[[ Data shown open ]]

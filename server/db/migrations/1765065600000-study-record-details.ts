import type { MigrationInterface, QueryRunner } from 'typeorm';

/**
 * Facts the report and the codes need: body size and angina; baseline haemodynamics and LVEDP; when
 * nitroglycerin was given; per vessel TIMI flow, corrected frame count and why a drift check was not
 * done; per acetylcholine dose the haemodynamics and where and how spasm was seen; the nitroglycerin
 * given after the test; structured complications; radiation dose. Segments move from the CT model's
 * numbers to the angiographic (CASS / SYNTAX) codes, stored as text; the lab's thresholds get a table
 * with the date each set takes effect.
 */
export class StudyRecordDetails1765065600000 implements MigrationInterface {
  name = 'StudyRecordDetails1765065600000';

  async up(db: QueryRunner): Promise<void> {
    await db.query(`
      ALTER TABLE study
        ADD COLUMN weight_kg numeric NULL,
        ADD COLUMN height_cm numeric NULL,
        ADD COLUMN angina_present boolean NULL,
        ADD COLUMN angina_character text NULL,
        ADD COLUMN nitrate_timing text NULL,
        ADD COLUMN baseline_heart_rate smallint NULL,
        ADD COLUMN baseline_systolic smallint NULL,
        ADD COLUMN baseline_diastolic smallint NULL,
        ADD COLUMN baseline_rhythm text NULL,
        ADD COLUMN lvedp numeric NULL,
        ADD COLUMN reversal_ntg_ug numeric NULL,
        ADD COLUMN reversal_ntg_at timestamptz NULL,
        ADD COLUMN complication_kinds text[] NOT NULL DEFAULT '{}',
        ADD COLUMN air_kerma_mgy numeric NULL,
        ADD COLUMN dose_area_product_gycm2 numeric NULL`);
    await db.query(`
      ALTER TABLE vessel_assessment
        ADD COLUMN drift_not_done_reason text NULL,
        ADD COLUMN timi_flow smallint NULL CHECK (timi_flow BETWEEN 0 AND 3),
        ADD COLUMN corrected_frame_count numeric NULL`);
    await db.query(`
      ALTER TABLE acetylcholine_dose
        ADD COLUMN heart_rate smallint NULL,
        ADD COLUMN systolic smallint NULL,
        ADD COLUMN diastolic smallint NULL,
        ADD COLUMN rhythm text NULL,
        ADD COLUMN spasm_vessel text NULL,
        ADD COLUMN spasm_segment text NULL,
        ADD COLUMN spasm_pattern text NULL`);

    // CT model numbers → angiographic codes: OM1 12 → 12a, OM2 14 → 12b, ramus 17 → 12,
    // left posterolateral 18 → 14; the others keep their number.
    await db.query(`ALTER TABLE vessel_assessment DROP CONSTRAINT IF EXISTS vessel_assessment_segment_check`);
    await db.query(`
      ALTER TABLE vessel_assessment ALTER COLUMN segment TYPE text USING (
        CASE segment WHEN 12 THEN '12a' WHEN 14 THEN '12b' WHEN 17 THEN '12' WHEN 18 THEN '14' ELSE segment::text END)`);

    await db.query(`
      CREATE TABLE threshold_set (
        id serial PRIMARY KEY,
        effective_from timestamptz NOT NULL,
        "values" jsonb NOT NULL,
        note text NULL,
        created_by uuid NULL REFERENCES app_user (id) ON DELETE SET NULL,
        created_at timestamptz NOT NULL DEFAULT now()
      )`);
    await db.query(`CREATE INDEX threshold_set_effective_idx ON threshold_set (effective_from DESC, id DESC)`);
  }

  async down(db: QueryRunner): Promise<void> {
    await db.query(`DROP TABLE threshold_set`);
    await db.query(`
      ALTER TABLE vessel_assessment ALTER COLUMN segment TYPE smallint USING (
        CASE segment WHEN '12a' THEN 12 WHEN '12b' THEN 14 WHEN '12' THEN 17 WHEN '14' THEN 18
          ELSE NULLIF(regexp_replace(segment, '[^0-9]', '', 'g'), '')::smallint END)`);
    await db.query(`ALTER TABLE vessel_assessment ADD CONSTRAINT vessel_assessment_segment_check CHECK (segment BETWEEN 1 AND 18)`);
    await db.query(`
      ALTER TABLE acetylcholine_dose
        DROP COLUMN spasm_pattern, DROP COLUMN spasm_segment, DROP COLUMN spasm_vessel, DROP COLUMN rhythm,
        DROP COLUMN diastolic, DROP COLUMN systolic, DROP COLUMN heart_rate`);
    await db.query(`ALTER TABLE vessel_assessment DROP COLUMN corrected_frame_count, DROP COLUMN timi_flow, DROP COLUMN drift_not_done_reason`);
    await db.query(`
      ALTER TABLE study
        DROP COLUMN dose_area_product_gycm2, DROP COLUMN air_kerma_mgy, DROP COLUMN complication_kinds,
        DROP COLUMN reversal_ntg_at, DROP COLUMN reversal_ntg_ug, DROP COLUMN lvedp, DROP COLUMN baseline_rhythm,
        DROP COLUMN baseline_diastolic, DROP COLUMN baseline_systolic, DROP COLUMN baseline_heart_rate,
        DROP COLUMN nitrate_timing, DROP COLUMN angina_character, DROP COLUMN angina_present,
        DROP COLUMN height_cm, DROP COLUMN weight_kg`);
  }
}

[[ Data shown closed ]]

Problem to work on
Print out each record above exactly, with nothing omitted.

Worked solution
filename server/db/migrations/1765065600000-study-record-details.ts
import type { MigrationInterface, QueryRunner } from 'typeorm';

/**
 * Facts the report and the codes need: body size and angina; baseline haemodynamics and LVEDP; when
 * nitroglycerin was given; per vessel TIMI flow, corrected frame count and why a drift check was not
 * done; per acetylcholine dose the haemodynamics and where and how spasm was seen; the nitroglycerin
 * given after the test; structured complications; radiation dose. Segments move from the CT model's
 * numbers to the angiographic (CASS / SYNTAX) codes, stored as text; the lab's thresholds get a table
 * with the date each set takes effect.
 */
export class StudyRecordDetails1765065600000 implements MigrationInterface {
  name = 'StudyRecordDetails1765065600000';

  async up(db: QueryRunner): Promise<void> {
    await db.query(`
      ALTER TABLE study
        ADD COLUMN weight_kg numeric NULL,
        ADD COLUMN height_cm numeric NULL,
        ADD COLUMN angina_present boolean NULL,
        ADD COLUMN angina_character text NULL,
        ADD COLUMN nitrate_timing text NULL,
        ADD COLUMN baseline_heart_rate smallint NULL,
        ADD COLUMN baseline_systolic smallint NULL,
        ADD COLUMN baseline_diastolic smallint NULL,
        ADD COLUMN baseline_rhythm text NULL,
        ADD COLUMN lvedp numeric NULL,
        ADD COLUMN reversal_ntg_ug numeric NULL,
        ADD COLUMN reversal_ntg_at timestamptz NULL,
        ADD COLUMN complication_kinds text[] NOT NULL DEFAULT '{}',
        ADD COLUMN air_kerma_mgy numeric NULL,
        ADD COLUMN dose_area_product_gycm2 numeric NULL`);
    await db.query(`
      ALTER TABLE vessel_assessment
        ADD COLUMN drift_not_done_reason text NULL,
        ADD COLUMN timi_flow smallint NULL CHECK (timi_flow BETWEEN 0 AND 3),
        ADD COLUMN corrected_frame_count numeric NULL`);
    await db.query(`
      ALTER TABLE acetylcholine_dose
        ADD COLUMN heart_rate smallint NULL,
        ADD COLUMN systolic smallint NULL,
        ADD COLUMN diastolic smallint NULL,
        ADD COLUMN rhythm text NULL,
        ADD COLUMN spasm_vessel text NULL,
        ADD COLUMN spasm_segment text NULL,
        ADD COLUMN spasm_pattern text NULL`);

    // CT model numbers → angiographic codes: OM1 12 → 12a, OM2 14 → 12b, ramus 17 → 12,
    // left posterolateral 18 → 14; the others keep their number.
    await db.query(`ALTER TABLE vessel_assessment DROP CONSTRAINT IF EXISTS vessel_assessment_segment_check`);
    await db.query(`
      ALTER TABLE vessel_assessment ALTER COLUMN segment TYPE text USING (
        CASE segment WHEN 12 THEN '12a' WHEN 14 THEN '12b' WHEN 17 THEN '12' WHEN 18 THEN '14' ELSE segment::text END)`);

    await db.query(`
      CREATE TABLE threshold_set (
        id serial PRIMARY KEY,
        effective_from timestamptz NOT NULL,
        "values" jsonb NOT NULL,
        note text NULL,
        created_by uuid NULL REFERENCES app_user (id) ON DELETE SET NULL,
        created_at timestamptz NOT NULL DEFAULT now()
      )`);
    await db.query(`CREATE INDEX threshold_set_effective_idx ON threshold_set (effective_from DESC, id DESC)`);
  }

  async down(db: QueryRunner): Promise<void> {
    await db.query(`DROP TABLE threshold_set`);
    await db.query(`
      ALTER TABLE vessel_assessment ALTER COLUMN segment TYPE smallint USING (
        CASE segment WHEN '12a' THEN 12 WHEN '12b' THEN 14 WHEN '12' THEN 17 WHEN '14' THEN 18
          ELSE NULLIF(regexp_replace(segment, '[^0-9]', '', 'g'), '')::smallint END)`);
    await db.query(`ALTER TABLE vessel_assessment ADD CONSTRAINT vessel_assessment_segment_check CHECK (segment BETWEEN 1 AND 18)`);
    await db.query(`
      ALTER TABLE acetylcholine_dose
        DROP COLUMN spasm_pattern, DROP COLUMN spasm_segment, DROP COLUMN spasm_vessel, DROP COLUMN rhythm,
        DROP COLUMN diastolic, DROP COLUMN systolic, DROP COLUMN heart_rate`);
    await db.query(`ALTER TABLE vessel_assessment DROP COLUMN corrected_frame_count, DROP COLUMN timi_flow, DROP COLUMN drift_not_done_reason`);
    await db.query(`
      ALTER TABLE study
        DROP COLUMN dose_area_product_gycm2, DROP COLUMN air_kerma_mgy, DROP COLUMN complication_kinds,
        DROP COLUMN reversal_ntg_at, DROP COLUMN reversal_ntg_ug, DROP COLUMN lvedp, DROP COLUMN baseline_rhythm,
        DROP COLUMN baseline_diastolic, DROP COLUMN baseline_systolic, DROP COLUMN baseline_heart_rate,
        DROP COLUMN nitrate_timing, DROP COLUMN angina_character, DROP COLUMN angina_present,
        DROP COLUMN height_cm, DROP COLUMN weight_kg`);
  }
}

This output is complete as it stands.